栽培カレンダーにあるように、6月に収穫を終えて疲れきった木は、目には見えずとも、7月の盛夏期に来年の花をせっせとこしらえています。7月のお礼肥は、来年の花芽づくりを促す意味があります。
ただし、川中島白桃などの晩生品種があったり、収穫が遅かったりする冷涼地域では、収穫が終わるまでお礼肥は遅らせましょう。食味の低下につながります。
桃の摘蕾・摘果
桃の摘果は、早ければ早いほど効果が高いです。桃農家は、花が咲く前につぼみを半分以上落としておく“摘蕾(てきらい)”をおこないます。結実率の高い桃だからこそなせる技ですね。
花を楽しみたい方は開花終わりでも良いので、できるだけ早いうちに数を減らしておき、最終的には一枝一果になるように調整します。
いきなり一つだけにしてしまうと、何かあった時に替えが利かないので、2~3回に分けて実施します。
桃の袋かけ
最終的な摘果が終わり、一つの枝から選りすぐりの一果を残したら、できるだけ早くに袋かけを実施します。
晴れの日を選んで、殺菌剤の散布をして袋かけに入ります。袋かけ直前の薬剤散布が最も高い効果を発揮します。病原菌も一緒に袋で閉じ込めることのないよう、このタイミングの殺菌剤は必ず散布しましょう。
桃の病害虫防除 コスパ最高?の手作り防除体系
桃は、病害虫さえなければ、肥料がなくてもよく育つし、放っておいても受粉して実がなるし、とても栽培が簡単な果樹です。
ただ、その病害虫防除が唯一かつ最大の難点だと言えるでしょう。家庭果樹において毎週のように薬剤散布することはとても現実的とは言えませんので、最低限やっておくべき防除体系を組んでみましょう。年に4回の農薬散布で立派な桃をとるための指針にしてみてください。

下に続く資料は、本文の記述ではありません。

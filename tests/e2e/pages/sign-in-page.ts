import type { Page } from "playwright-core";
import { BASE_URL } from "../browser";

export class SignInPage {
  constructor(private readonly page: Page) {}

  async goto(query = "") {
    await this.page.goto(`${BASE_URL}/sign-in${query}`);
  }

  async signIn(email: string, password: string) {
    await this.page.fill("#email", email);
    await this.page.fill("#password", password);
    await this.page.click("button[type=submit]");
  }

  /** Wait until the form's error message contains `text`. */
  async expectError(text: string) {
    await this.page.getByTestId("sign-in-error").filter({ hasText: text }).waitFor({ timeout: 10_000 });
  }
}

ちょっと難しい内容かもしれませんが、農薬を使うつもりがない人も、病害虫の発生時期だけは見ておきましょう。
落葉期(休眠期)の防除
桃の葉がボロボロになり、果実にも被害が出る最大の病害「せん孔細菌病」は、発症してしまってからの防除では何の意味もありません。石灰硫黄合剤を利用できる人は、開花直前の2~3月に、入手が難しい人はZボルドー銅水和剤を散布しましょう。
春の防除
4月には、多くの虫や病原菌が動き始めます。本当は4月・5月には何回でもかけてほしいのですが、どうしても一回に絞るのであれば、4月、桃が腐ってしまう「灰星病」と、この時期に活動を始める「ハモグリガ」の防除に、デランフロアブルと殺虫剤(スミチオン水和剤など安価なものでも可)を混合して散布しましょう。他の果樹も栽培しているのであれば、デランフロアブルは持っておいて損はありません。
袋かけ直前の防除
この防除体系では、袋かけ直前の時期にEBI系統の農薬を持ってきました。アンビルフロアブル、オンリーワンフロアブルなど、何を言っているか分からない人は、最寄りの大きめの園芸店やJAの資材売り場に行って「桃に使えるEBI系の殺菌剤ください」と言って、出してもらってください。この場合も、お手持ちの殺虫剤を混合してください。春の防除とは違うものをおすすめします。「シンクイムシ」が6月から、越冬している場合は5月から活動します。また、「コスカシバ」という、桃の木を枯らすくらいの食害をもたらす蛾も発生します。
収穫後の防除
収穫後は放置してしまう人も多いでしょうが、農薬散布を減らして収穫するためにも、台風の前後にZボルドーを散布できると良いでしょう。
強風で傷付いたところに、最悪の病害「せん孔細菌病」が侵入します。「コスカシバ」や「コナシラミ」などの害虫もいますので、殺虫剤は混和しておきましょう。
以上、最低限、殺虫剤はできるだけ2種類を交互に使用し、殺菌剤はデランフロアブル、EBI系、Zボルドーの3種で対応します。余裕があれば、アミスター10フロアブルも用意して、袋かけ後にも散布すると、ほぼ全ての病害虫にピンポイントで対応できます。
かなりの長尺になってしまいましたが、桃栽培の最中、何度でも振り返られる内容にできたと思います。ぜひチャレンジしてみてください。